El apóstol, tras la cuestión de las carnes sacrificadas, que había que esclarecer por los problemas que creaba a los cristianos en relación con la mayoría pagana de Corinto, afronta ahora otros problemas más internos de la vida de la comunidad: el vestir de las mujeres en la asamblea, la correcta celebración de la eucaristía y el orden de los carismas. Surgía un problema cuando algunas mujeres hablaban en la asamblea con la cabeza descubierta. Esta costumbre, en la sensibilidad de aquella época, podía interpretarse como una actitud disoluta; asimismo, no era apropiado que un hombre llevara la cabeza cubierta en la asamblea. Pablo ve en esta costumbre un sentido radicado en la sensibilidad bíblica, pero no lo convierte en una especie de dogma. Para dirimir la cuestión, que evidentemente había creado no pocos problemas, elige el camino de la prudencia. Lo que realmente le preocupaba era salvar la buena fama de la comunidad cristiana. Una vez más la prudencia se pone al servicio de la edificación de la comunidad, que se presenta cada vez más con más fuerza como la primera tarea del discípulo, así como lo era para el apóstol. El primer deber del creyente, efectivamente, no es la realización de sí mismos y de sus derechos, sino la edificación de la comunión entre todos. Esta es la primera y fundamental responsabilidad a la que todos estamos llamados. Pablo continúa con sarcasmo: «De todos modos, si alguien quiere discutir, no es ésa nuestra costumbre ni la de las iglesias de Dios» (v. 16). Los cambios que de tanto en tanto son necesarios comienzan siempre desde el corazón, para llegar luego al aspecto exterior. Sin embargo la elección de la prudencia en los cambios no significa que el apóstol acepte la disparidad entre hombre y mujer. De hecho él subraya que los dos tienen la misma dignidad: tanto el hombre como la mujer son hijos de Dios. En esta afirmación está la verdadera justificación de la falsedad de toda presunta desigualdad.

La oración es el corazón de la vida de la Comunidad de Sant’Egidio, su primera “obra”. Cuando termina el día todas las Comunidades, tanto si son grandes como si son pequeñas, se reúnen alrededor del Señor para escuchar su Palabra y dirigirse a Él en su invocación. Los discípulos no pueden sino estar a los pies de Jesús, como María de Betania, para elegir la “mejor parte” (Lc 10,42) y aprender de Él sus mismos sentimientos (cfr. Flp 2,5).
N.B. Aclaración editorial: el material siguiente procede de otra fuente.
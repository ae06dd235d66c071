import { choice, type Fields, integer, number, quantity, text, yesNo } from './field.ts'
import { hydronicServices, pressureReading, type Service } from './system.ts'

/**
 * An input without which the vessel has no size: one of `keys` must be there. A key is a path inside the system
 * (`temperatures.high`), or begins with `vessel.` and is a key of the vessel. `only` and `unless` narrow the need to some
 * values of a key of the vessel; an empty text stands for a key that is not written.
 */
export interface Need {
  readonly keys: readonly [string, ...string[]]
  /** What it is for, after the words "ET-1 needs … ": "to know how hot the water gets". */
  readonly to: string
  readonly only?: { readonly key: string; readonly is: readonly string[] }
  readonly unless?: { readonly key: string; readonly is: readonly string[] }
  /** Keys of the vessel that ask for another method, so that this need does not hold. */
  readonly liftedBy?: readonly string[]
}

export interface VesselKindDefinition {
  /** For headings: "Expansion tanks". */
  readonly title: string
  readonly doc: string
  /** A whole vessel in one line, as in `ET-1: { … }`. */
  readonly example: string
  readonly services: readonly Service[]
  readonly fields: Fields
  readonly needs: readonly Need[]
}

const quantityField = integer(1, 'Number of equal vessels that share the volume.', '1', { fallback: '1' })

/** Keys of every vessel. `kind` and `selection` are keys of every vessel too and are read apart. */
const common = {
  quantity: quantityField,
  serves: text('What the vessel serves, for the schedule.', 'Boilers B-1 and B-2', {
    fallback: 'the title of the system',
  }),
  location: text('Where the vessel stands.', 'Mechanical room 012'),
  note: text('A remark printed under the schedule.', 'Mount on the suction header'),
  mounting: choice(
    { hung: 'hung from the piping or on a wall', floor: 'stands on the floor', 'in line': 'carried by the pipe' },
    'How the vessel is carried. Only catalogue rows with this mounting are chosen.',
    'floor',
    { fallback: 'any' },
  ),
  stamp: yesNo(
    'Whether the vessel has to carry the stamp of the pressure vessel code. Only such catalogue rows are then chosen.',
    'yes',
    { fallback: 'only where its volume, pressure or temperature asks for it' },
  ),
}
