import { readFileSync } from 'node:fs'
import { officePages, openOffice, printSubmittal, writeReviewCopy, writeSubmittal } from '@coldfill/documents'
import { documentOptions, reviewedOptions } from '@coldfill/documents/testing'
import { sizeSpec } from '@coldfill/sizing'
import { strFromU8, unzipSync } from 'fflate'
import { expect, it } from 'vitest'
import { convert, hasOffice, leftOut } from './office.ts'

/** The outline leaves out the second of two spaces. */
const oneSpaced = (text: string): string => text.replace(/\s+/g, ' ')

/** Page of each heading by the outline of the PDF, in order; the numbers in the contents list come by another way. */
const outline = (pdf: Uint8Array): [title: string, page: number][] => {
  const text = Buffer.from(pdf).toString('latin1')
  const kids = /\/Type\s*\/Pages\b[^>]*?\/Kids\s*\[([^\]]*)\]/s.exec(text)?.[1] ?? ''
  const pages = [...kids.matchAll(/(\d+)\s+0\s+R/g)].map(([, object]) => object)
  return [...text.matchAll(/\/Title<FEFF([0-9A-F]+)>\s*\/Dest\[(\d+) 0 R/g)].map(([, title = '', object]) => [
    oneSpaced(Buffer.from(title, 'hex').swap16().toString('utf16le')),
    pages.indexOf(object) + 1,
  ])
}

it.skipIf(!hasOffice)(`the contents list has the pages that the file is printed on${leftOut}`, async () => {
  const text = readFileSync(new URL('../../examples/fernhollow/spec.yaml', import.meta.url), 'utf8')
  const findPages = await officePages()
  const bytes = await writeSubmittal(sizeSpec(text), documentOptions('US'), { findPages })
  const document = strFromU8(unzipSync(bytes)['word/document.xml'] ?? new Uint8Array())
  const entries = (document.match(/<w:p>.*?<\/w:p>/gs) ?? [])
    .filter((paragraph) => /w:pStyle w:val="TOC[12]"/.test(paragraph))
    .map((paragraph) => [...paragraph.matchAll(/<w:t [^>]*>([^<]*)</g)].map(([, words = '']) => words))
  expect(entries.length).toBeGreaterThan(8)
  const printed = new Map(outline(convert('submittal.docx', bytes, 'pdf')))
  expect(entries).toEqual(entries.map(([title = '']) => [title, String(printed.get(oneSpaced(title)))]))
})

it.skipIf(!hasOffice)(`the PDF is a print of the document, the same each time${leftOut}`, async () => {
  const text = readFileSync(new URL('../../examples/alder-court/spec.yaml', import.meta.url), 'utf8')
  const office = await openOffice()
  const printed = () =>
    printSubmittal(sizeSpec(text), documentOptions('SI'), (docx) => office?.print(docx) ?? Promise.reject(new Error()))
  const first = await printed()
  expect([first.noPages, first.noPdf]).toEqual([null, null])
  // The same headings on the same pages as the document itself, laid out once more.
  expect(outline(first.pdf ?? new Uint8Array())).toEqual(outline(convert('submittal.docx', first.docx, 'pdf')))
  expect(outline(first.pdf ?? new Uint8Array()).length).toBeGreaterThan(8)
  const second = await printed()
  expect(Buffer.from(second.docx).equals(first.docx)).toBe(true)
  expect(Buffer.from(second.pdf ?? new Uint8Array()).equals(first.pdf ?? new Uint8Array())).toBe(true)
})

it.skipIf(!hasOffice)(`a review copy opens with every redline and answer as a comment${leftOut}`, async () => {
  const text = readFileSync(new URL('../../examples/fernhollow/spec.yaml', import.meta.url), 'utf8')
  const options = reviewedOptions('US', 'Issued for review')
  const opened = unzipSync(convert('review.docx', await writeReviewCopy(sizeSpec(text), options), 'odt'))
  const content = strFromU8(opened['content.xml'] ?? new Uint8Array())
  const comments = content.match(/<office:annotation .*?<\/office:annotation>/gs) ?? []
  const messages = (options.redlines ?? []).flatMap((redline) => redline.messages)
  expect(comments).toHaveLength(messages.length)
  for (const { author } of messages) expect(content).toContain(`<dc:creator>${author.name}</dc:creator>`)
})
Siempre que la Comunidad vuelve al Señor, hace suya la súplica del discípulo anónimo: “¡Señor, enséñanos a orar” (Lc 11,1). Y Jesús, maestro de oración, continúa contestando: “Cuando oréis, decid: Abbá, Padre”.

Cuando oramos, aunque lo hagamos dentro de nuestro corazón, nunca estamos aislados ni somos huérfanos, porque somos en todo momento miembros de la familia del Señor. En la oración común se ve claramente, además del misterio de la filiación, el de la fraternidad.

Las Comunidades de Sant'Egidio que hay por el mundo se reúnen en los distintos lugares que destinan a la oración y presentan al Señor las esperanzas y los dolores de los hombres y mujeres “vejados y abatidos” de los que habla el Evangelio (Mt 9,37). En aquella gente de entonces se incluyen los habitantes de las ciudades contemporáneas, los pobres que son marginados de la vida, todos aquellos que esperan que alguien les contrate (cfr. Mt 20).

La oración común recoge el grito, la aspiración, el deseo de paz, de curación, de sentido de la vida y de salvación que hay en los hombres y las mujeres de este mundo. La oración nunca es vacía. Sube incesante al Señor para que el llanto se transforme en alegría, la desesperación en felicidad, la angustia en esperanza y la soledad en comunión. Y para que el Reino de Dios llegue pronto a los hombres.